POSEIDON enrolled 1,000 patients and randomized them to receive Imfinzi with tremelimumab and one of five platinum-based chemotherapy agents, Imfinzi with chemotherapy or chemotherapy alone, according to The company said the trial showed a statistically significant positive PFS benefit for patients on the doublet and triplet combination over chemotherapy by itself. In addition, the safety of the triplet combination was similar to that of the doublet, with no increased discontinuation of therapy.

AstraZeneca did not say whether the triplet combination outperformed the doublet combination. However, a spokesperson said by telephone that full results of the trial would dive into that, adding via email that results submitted for a future presentation would include further PFS analysis on the doublet and triplet combinations.

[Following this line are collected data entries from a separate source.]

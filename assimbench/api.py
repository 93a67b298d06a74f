"""Run a twin experiment from Python: config in, diagnostics out.

    >>> import assimbench
    >>> result = assimbench.run(["filter.members=10", "cycles=500", "burn_in=100"])
    >>> result.summary["rmse_analysis"], result.series["rmse_analysis"].shape

The command line is a thin layer over :func:`run_experiment`.
"""

import time
from collections.abc import Callable

from omegaconf import DictConfig

from assimbench.compile_cache import switch_on as switch_on_compile_cache
from assimbench.config.composition import compose_config
from assimbench.config.plan import Plan, resolve
from assimbench.io.results import Result
from assimbench.twin.runner import run_plan


def run_experiment(
    cfg: DictConfig | Plan,
    output: str | None = None,
    progress: Callable[[int, int], None] | None = None,
    keep_series: bool = True,
) -> Result:
    """Check and plan ``cfg`` (or take a ready :class:`Plan`), run it, and write ``output`` (HDF5) if given.

    The cycles run in compiled chunks of ``chunk_cycles``; each chunk is
    appended to the file as it completes and folded into the time means, so
    memory does not grow with the number of cycles when ``keep_series`` is
    False. ``progress(done, total)`` is called after every chunk. Compiled
    programs are kept in JAX's persistent cache (:mod:`assimbench.compile_cache`).
    """
    started = time.perf_counter()
    switch_on_compile_cache()
    plan = cfg if isinstance(cfg, Plan) else resolve(cfg)
    return run_plan(plan, output=output, progress=progress, keep_series=keep_series, started=started)


def run(overrides=(), output: str | None = None) -> Result:
    """Compose the config from ``overrides`` and run it; see :func:`run_experiment` (which checks it, once)."""
    return run_experiment(compose_config(overrides, validate=False), output=output)


__all__ = ["Result", "compose_config", "run", "run_experiment"]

“Clinical benefit was observed in a trial population that included a high proportion of patients with squamous disease and multiple choices of chemotherapy regimens,” AstraZeneca executive vice president for oncology research and development Jose Baselga said in a statement. “Additionally, the potential to add tremelimumab to Imfinzi and chemotherapy may present an important treatment approach in this challenging setting, especially taking into consideration the favorable safety profile.”

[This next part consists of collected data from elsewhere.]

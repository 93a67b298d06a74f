"""Demo study: how much ensemble weight in the hybrid covariance, at which ensemble size?

Our scenario: the coastal ring (Lorenz-96, 40 sites) read at every second
site every 0.05 time units, R = I. For 5, 10 and 20 members, one run per
ensemble size sweeps the ensemble weight beta of the 3DEnVar's hybrid
covariance from 0 (static 3D-Var covariance) to 1 (localized ensemble only)
as lanes, each at the static scales listed, on the same truths (same seeds).
For every beta the table keeps its best static scale; the last columns give
the best hybrid's paired difference to the best pure static and to the pure
ensemble analysis, with 95% intervals over the replicates. A figure of
RMSE against beta, one line per ensemble size, goes to --out.

    python experiments/hybrid_weight.py --replicates 3 --cycles 1000 --out hybrid_weight
"""

import argparse
import os

import matplotlib
import matplotlib.ticker

matplotlib.use("Agg")
import matplotlib.pyplot as plt  # noqa: E402
import numpy as np  # noqa: E402
from scipy import stats  # noqa: E402

import assimbench  # noqa: E402

WEIGHTS = (0.0, 0.5, 0.8, 0.9, 1.0)
SCALES = (0.005, 0.02)
COMMON = ["observation=every_other_station", "filter=3denvar", "filter.inflation=1.05", "filter.radius=4",
          "diagnostics=[]", "output=null"]


def interval(values: np.ndarray) -> tuple:
    """Mean and 95% Student-t half-width over replicates."""
    half = stats.t.ppf(0.975, values.size - 1) * values.std(ddof=1) / np.sqrt(values.size)
    return float(values.mean()), float(half)


def sweep(members: int, replicates: int, cycles: int, burn_in: int) -> tuple:
    """(beta -> per-replicate analysis RMSE at that beta's best static scale (best by the mean),
    beta -> that static scale)."""
    result = assimbench.run(COMMON + [
        f"filter.members={members}", f"replicates={replicates}", f"cycles={cycles}", f"burn_in={burn_in}",
        f"lanes.filter.ensemble_weight=[{','.join(map(str, WEIGHTS))}]",
        f"lanes.filter.static_scale=[{','.join(map(str, SCALES))}]"])
    per_replicate = np.asarray(result.per_replicate["rmse_analysis"])  # (lanes, replicates)
    weights = np.asarray(result.lanes["filter.ensemble_weight"])
    scales = np.asarray(result.lanes["filter.static_scale"])
    best, chosen = {}, {}
    for beta in WEIGHTS:
        lanes = np.flatnonzero(np.isclose(weights, beta))
        lane = lanes[np.argmin(per_replicate[lanes].mean(axis=1))]
        best[beta], chosen[beta] = per_replicate[lane], float(scales[lane])
    return best, chosen


def main() -> int:
    parser = argparse.ArgumentParser(description=__doc__.splitlines()[0])
    parser.add_argument("--members", type=int, nargs="+", default=[5, 10, 20], help="ensemble sizes, one run each")
    parser.add_argument("--replicates", type=int, default=3, help="truths per setting (>= 2: the intervals)")
    parser.add_argument("--cycles", type=int, default=1000, help="analysis cycles per run")
    parser.add_argument("--burn-in", type=int, default=200, help="cycles left out of the time means")
    parser.add_argument("--out", default="hybrid_weight", help="folder for the figure")
    args = parser.parse_args()
    if args.replicates < 2:
        raise SystemExit("--replicates must be at least 2 (the intervals are over replicates)")
    curves = {}
    print("analysis RMSE, mean +- 95% Student-t half-width over replicates; each beta at its best static scale s")
    print(f"{'members':>7}  " + "".join(f"{'beta ' + str(b):>18}" for b in WEIGHTS)
          + f"{'best hybrid':>14}{'minus static':>20}{'minus ensemble':>20}")
    for members in args.members:
        best, chosen_scale = sweep(members, args.replicates, args.cycles, args.burn_in)
        curves[members] = {beta: interval(values) for beta, values in best.items()}
        hybrids = [b for b in WEIGHTS if 0.0 < b < 1.0]
        chosen = min(hybrids, key=lambda b: best[b].mean())
        versus_static = interval(best[chosen] - best[0.0])
        versus_ensemble = interval(best[chosen] - best[1.0])
        print(f"{members:>7}  " + "".join(f"{m:>9.3f} +- {h:<5.3f}" for m, h in curves[members].values())
              + f"{'beta ' + str(chosen):>14}{versus_static[0]:>+12.3f} +-{versus_static[1]:5.3f}"
              f"{versus_ensemble[0]:>+12.3f} +-{versus_ensemble[1]:5.3f}")
        # At beta = 1 the static scale plays no part.
        print(f"{'':>7}  " + "".join(f"{'s ' + str(chosen_scale[b]) if b < 1.0 else '-':>18}" for b in WEIGHTS))
    os.makedirs(args.out, exist_ok=True)
    figure, axes = plt.subplots(figsize=(6.5, 4))
    clipped = False
    for offset, (members, points) in zip(np.linspace(-0.012, 0.012, len(curves)), curves.items()):
        means = np.array([points[b][0] for b in WEIGHTS])
        halves = np.array([points[b][1] for b in WEIGHTS])
        # A log axis cannot show a bar reaching zero or below: such lower bars stop at 10% of the mean.
        lower = np.minimum(halves, 0.9 * means)
        clipped |= bool(np.any(lower < halves))
        axes.errorbar(np.asarray(WEIGHTS) + offset, means, yerr=[lower, halves], marker="o", capsize=3,
                      label=f"{members} members")
    axes.set_yscale("log")
    # Plain numbers at 1, 2 and 5 of each decade, not powers of ten, on the log axis.
    axes.yaxis.set_major_locator(matplotlib.ticker.LogLocator(subs=(1.0, 2.0, 5.0)))
    axes.yaxis.set_major_formatter(matplotlib.ticker.FormatStrFormatter("%.2g"))
    axes.yaxis.set_minor_formatter(matplotlib.ticker.NullFormatter())
    axes.set_xlabel("ensemble weight β (0: static covariance, 1: localized ensemble)")
    axes.set_ylabel("analysis RMSE (95% interval)")
    if clipped:
        axes.text(0.01, 0.02, "lower bars reaching zero stop at 10% of the mean", transform=axes.transAxes, fontsize=8)
    axes.set_title("3DEnVar on the coastal ring, every second site")
    axes.legend()
    figure.tight_layout()
    path = os.path.join(args.out, "rmse_by_ensemble_weight.png")
    partial = path + ".partial.png"
    figure.savefig(partial, dpi=120)
    os.replace(partial, path)  # never a half-written figure
    print(f"figure: {path}")
    return 0


if __name__ == "__main__":
    raise SystemExit(main())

AstraZeneca’s efforts to expand Imfinzi beyond its current indications and into other lung cancers have hitherto met mixed results. In June, it announced positive results from the Phase III CASPIAN study in extensive-stage small-cell lung cancer, encroaching on turf currently dominated by Roche’s PD-L1 inhibitor, Tecentriq (atezolizumab). However, the NEPTUNE study comparing Imfinzi and tremelimumab as a two-drug combination with chemotherapy in first-line metastatic NSCLC was not successful in extending overall survival.